Overview

Built Heritage Research Initiative is a multiyear, multiproject initiative that seeks to consolidate the GCI's long-term leadership in the development and application of scientific skills to improve conservation of the world's built heritage from ancient to modern. The Initiative, a collaboration of the GCI and the University of Oxford, will develop research on new techniques to evaluate built heritage environments and materials; holistic, multi-scale approaches to understanding durability and deterioration of built heritage materials; and the evaluation of novel conservation solutions.

Background

The built heritage research field is large and complex, and the term "built heritage" itself is imprecise and hard to define. It covers a spectrum of sites from those carved into natural rock outcrops (e.g. rock art and rock-hewn temples), through ancient constructions (e.g. stone, wood, and earth-built monuments) to modern architecture. These sites are distributed widely across the world, in a very wide range of environmental settings and have often experienced long and complex environmental histories such as, burial, excavation, fire, flooding, and changing air quality.

Built heritage is crafted from a very large range of materials from traditional resources, like wood, stone, earth, mortar, brick and glass to modern resources, including concrete, cement, ceramics, metals, plastics, and composites. Such diversity of built heritage types, locations, environmental histories, and materials produces a rich set of scientific and practical challenges for today's researchers.

Geopolitical conflicts, economic, social and cultural change, as well as environmental and climatic hazards all pose increasing threats to this heritage. Improving the links between science and conservation practice is urgently needed in order to respond to these challenges.

Work Undertaken

Built Heritage Research Initiative was launched in 2016 after a scoping study commissioned by the GCI identified a wide range of questions around built heritage and its materials that still require answers, despite many years of scientific research and conservation practice. Key questions include those surrounding:

Built heritage materials
What are the material characteristics? How old are they? Where do they come from? How durable are they? What can we repair or replace them with? How do different materials interact within composite structures?

Environmental conditions faced by built heritage
What are the changing environmental conditions experienced by built heritage (past, present and future)? What threats do these environmental conditions pose to built heritage? How can we reduce those threats?

Built heritage materials' deterioration
What processes of deterioration are occurring? What causes them? How do they operate? How rapidly is deterioration occurring?

Coping with deterioration and designing conservation solutions
Can new technology be harnessed to develop improved conservation treatments? How do different conservation techniques perform? What can we learn from past conservation treatments?

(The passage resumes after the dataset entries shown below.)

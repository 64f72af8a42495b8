//! `olli run JOB.toml [--output DIR] [--quiet]`: solves a job, shows progress
//! (a progress bar on a terminal, plain lines otherwise), writes results as
//! increments converge and ends with a summary.
//!
//! Exit codes: 0 converged, 1 stopped without converging (converged
//! increments kept, `summary.json` says why), 2 bad input (nothing written),
//! 130 / 143 interrupted by SIGINT / SIGTERM (converged increments kept,
//! `summary.json` says `interrupted`).

use std::io::IsTerminal;
use std::path::{Path, PathBuf};
use std::process::ExitCode;
use std::sync::atomic::{AtomicUsize, Ordering};
use std::sync::Arc;
use std::time::Duration;

use signal_hook::consts::{SIGINT, SIGTERM};

use indicatif::{ProgressBar, ProgressStyle};
use olli_app::job::{self, Job};
use olli_app::output::event_text::EventText;
use olli_app::output::summary::RunSummary;
use olli_app::output::ResultWriter;
use olli_solver::{solve, Event, Observer};

#[derive(clap::Args)]
#[command(after_help = "Example:\n  olli run examples/bush.toml --output results/bush")]
pub struct Args {
    /// The job file (TOML).
    pub job: PathBuf,
    /// Result folder (default: `[output] folder` of the job, else `results/<job name>` beside the job file).
    #[arg(long, value_name = "DIR")]
    pub output: Option<PathBuf>,
    /// Print only the final summary.
    #[arg(long, short)]
    pub quiet: bool,
    /// Draw the pictures and the report page `index.html` into the result folder at the end (as `olli plot`).
    #[arg(long)]
    pub plots: bool,
    /// Picture format with `--plots`.
    #[arg(long, value_enum, default_value = "png", requires = "plots")]
    pub format: olli_app::plot::Format,
}

/// Progress on stderr: a bar on a terminal, one line per increment otherwise.
enum Progress {
    Quiet,
    Lines(EventText),
    Bar { bar: ProgressBar, stages: usize, stage: String, increment: String },
}

impl Progress {
    fn new(quiet: bool, stages: usize) -> Self {
        if quiet {
            Progress::Quiet
        } else if std::io::stderr().is_terminal() {
            let bar = ProgressBar::new((stages * 1000) as u64);
            let style = ProgressStyle::with_template("{spinner} [{elapsed_precise}] {bar:30.cyan/blue} {msg}")
                .expect("fixed template")
                .progress_chars("=> ");
            bar.set_style(style);
            bar.enable_steady_tick(Duration::from_millis(200));
            Progress::Bar { bar, stages, stage: String::new(), increment: String::new() }
        } else {
            Progress::Lines(EventText::new(stages))
        }
    }

    fn finish(&self) {
        if let Progress::Bar { bar, .. } = self {
            bar.finish_and_clear();
        }
    }
}

impl Observer for Progress {
    fn event(&mut self, event: &Event) {
        match self {
            Progress::Quiet => {}
            Progress::Lines(text) => {
                if let Some(line) = text.line(event, false) {
                    eprintln!("{line}");
                }
            }
            Progress::Bar { bar, stages, stage, increment: current } => match event {
                Event::StageStart { stage: i, name, .. } => {
                    *stage = format!("stage {}/{} `{name}`", i + 1, stages);
                    bar.set_position((*i * 1000) as u64);
                    bar.set_message(stage.clone());
                }
                Event::IncrementStart { increment, load_factor, step, .. } => {
                    *current = format!("{stage} increment {increment}: load factor {load_factor:.4} (step {step:.4})");
                    bar.set_message(current.clone());
                }
                Event::Iteration { iteration, relative, .. } => {
                    bar.set_message(format!("{current}, iteration {iteration}, residual {relative:.2e}"));
                }
                Event::Cutback { load_factor, step, reason, .. } => {
                    bar.println(format!("cutback at load factor {load_factor:.4}: {reason}; retrying with {step:.3e}"));
                }
                Event::Converged(r) => {
                    bar.set_position((r.stage as f64 * 1000.0 + r.load_factor * 1000.0) as u64);
                    let res = r.residual_history.last().copied().unwrap_or(0.0);
                    bar.set_message(format!(
                        "{stage} increment {}: load factor {:.4}, {} iterations, residual {res:.1e}",
                        r.increment, r.load_factor, r.newton_iterations
                    ));
                }
                Event::Harmonic(d) => {
                    bar.set_position(((d.stage + 1) * 1000) as u64);
                }
                Event::LinearFallback { .. } | Event::DampedRetry { .. } => {}
            },
        }
    }
}

/// The result folder: `--output`, else `[output] folder`, else `results/<stem>` beside the job.
pub fn output_folder(job: &Job, given: Option<PathBuf>) -> PathBuf {
    given.or_else(|| job.output.folder.clone()).unwrap_or_else(|| {
        let dir = job.path.parent().unwrap_or(Path::new("."));
        let stem = job.path.file_stem().map(|s| s.to_string_lossy().into_owned()).unwrap_or_else(|| "olli".into());
        dir.join("results").join(stem)
    })
}

fn print_summary(s: &RunSummary, folder: &Path, components: &[&str]) {
    match &s.reason {
        None => println!("converged: {} increments, {} Newton iterations, {} cutbacks", s.increments, s.newton_iterations, s.cutbacks),
        Some(r) => {
            println!("STOPPED in stage `{}`: {r}", s.stopped_in_stage.as_deref().unwrap_or("?"));
            match &s.last_increment {
                Some(l) => println!("last converged: stage `{}` increment {} at load factor {:.4}", l.stage, l.increment, l.load_factor),
                None => println!("no increment converged"),
            }
        }
    }
    if let Some(p) = &s.peaks {
        let at = |x: [f64; 3]| format!("({:.4}, {:.4}, {:.4})", x[0], x[1], x[2]);
        println!("peak displacement: {:.5} at {}", p.displacement.value, at(p.displacement.at));
        println!("peak max principal log strain: {:.5} at {}", p.max_principal_log_strain.value, at(p.max_principal_log_strain.at));
        println!("peak von Mises stress: {:.5} at {}", p.von_mises.value, at(p.von_mises.at));
        println!("principal stress range: {:.5} to {:.5}", p.min_principal_stress.value, p.max_principal_stress.value);
        println!("hydrostatic pressure range: {:.5} to {:.5}", p.min_pressure.value, p.max_pressure.value);
    }
    for (set, r) in &s.reactions {
        let parts: Vec<String> = components.iter().map(|c| format!("{c} = {:.6}", r.get(*c).copied().unwrap_or(0.0))).collect();
        println!("reaction {set}: {}", parts.join(", "));
    }
    for (name, r) in &s.rigid {
        let parts: Vec<String> = components.iter().map(|c| format!("{c} = {:.6}", r.get(*c).copied().unwrap_or(0.0))).collect();
        let get = |k: &str| r.get(k).copied().unwrap_or(0.0);
        println!(
            "rigid {name}: force {}; contact width {:.5}, peak contact pressure {:.5}",
            parts.join(", "),
            get("contact_width"),
            get("peak_pressure")
        );
    }
    for (name, r) in &s.inserts {
        let group =
            |f: &dyn Fn(&str) -> bool| r.iter().filter(|(k, _)| f(k)).map(|(k, v)| format!("{k} = {v:.6}")).collect::<Vec<_>>().join(", ");
        let force = group(&|k| k.starts_with("force_"));
        let moment = group(&|k| k.starts_with("moment_"));
        let position = group(&|k| !k.starts_with("force_") && !k.starts_with("moment_"));
        let moment = if moment.is_empty() { String::new() } else { format!("; {moment}") };
        println!("insert {name}: {position} (rotations in degrees); {force}{moment}");
    }
    if s.stabilization_share > 0.0 {
        println!("stabilization: the springs carried at most {:.3} % of the force scale", 100.0 * s.stabilization_share);
    }
    println!("{}", s.performance.line());
    println!("wall time: {:.2} s", s.wall_time_s);
    println!("results: {}", folder.display());
}

pub fn run(args: Args) -> ExitCode {
    let job = match job::load(&args.job) {
        Ok(j) => j,
        Err(e) => {
            eprintln!("error: {e}");
            return ExitCode::from(2);
        }
    };
    let folder = output_folder(&job, args.output);
    let mut writer = match ResultWriter::new(&job, &folder) {
        Ok(w) => w,
        Err(e) => {
            eprintln!("error: {}: cannot write results: {e}", folder.display());
            return ExitCode::from(2);
        }
    };
    let mut progress = Progress::new(args.quiet, job.model.stages.len());
    // SIGINT or SIGTERM: the run ends at the solver's next event, with every
    // converged increment on disk and `summary.json` saying `interrupted`.
    let signal = Arc::new(AtomicUsize::new(0));
    for sig in [SIGINT, SIGTERM] {
        if let Err(e) = signal_hook::flag::register_usize(sig, Arc::clone(&signal), sig as usize) {
            eprintln!("warning: cannot catch signal {sig}: {e}");
        }
    }
    let mut both = |e: &Event| {
        writer.event(e);
        progress.event(e);
        let sig = signal.load(Ordering::Relaxed) as i32;
        if sig != 0 {
            progress.finish();
            let name = if sig == SIGINT { "SIGINT" } else { "SIGTERM" };
            if let Err(e) = writer.interrupted(name) {
                eprintln!("error: {}: cannot write results: {e}", folder.display());
            }
            eprintln!("interrupted by {name}: the converged increments are kept in {}", folder.display());
            // The conventional exit status of a process ended by a signal.
            std::process::exit(128 + sig);
        }
    };
    let solution = match solve(&job.model, &mut both) {
        Ok(s) => s,
        Err(e) => {
            progress.finish();
            eprintln!("error: {}: {e}", job.path.display());
            return ExitCode::from(2);
        }
    };
    progress.finish();
    match writer.finish(&solution) {
        Ok(summary) => {
            print_summary(&summary, &folder, job.components());
            if args.plots {
                let options = olli_app::report::Options { format: args.format, ..Default::default() };
                match olli_app::report::write_report(&folder, &folder, Some(&job), &options) {
                    Ok(pictures) => {
                        println!("pictures: {}, report: {}", pictures.len(), folder.join(olli_app::report::page::PAGE_FILE).display())
                    }
                    // The results stand without their pictures: report, keep the run's exit code.
                    Err(e) => eprintln!("error: pictures: {e}"),
                }
            }
            if solution.completed() {
                ExitCode::SUCCESS
            } else {
                ExitCode::from(1)
            }
        }
        Err(e) => {
            eprintln!("error: {}: cannot write results: {e}", folder.display());
            ExitCode::from(1)
        }
    }
}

The initiative's work will consist of a range of different research projects and activities addressing key topics relevant to improving understanding of the deterioration and conservation of built heritage around the world. These projects and activities share an underlying concern with bringing scientists and conservators together, a focus on the development of non-destructive, portable toolkits, and a commitment to integrating laboratory and field-based research.

Aims

1. To develop a center of excellence for built heritage research based on integrated lab and field science.

2. To improve scientific understanding of key built heritage materials and their deterioration and conservation.

3. To work effectively with conservators to produce and use this scientific information to benefit built heritage.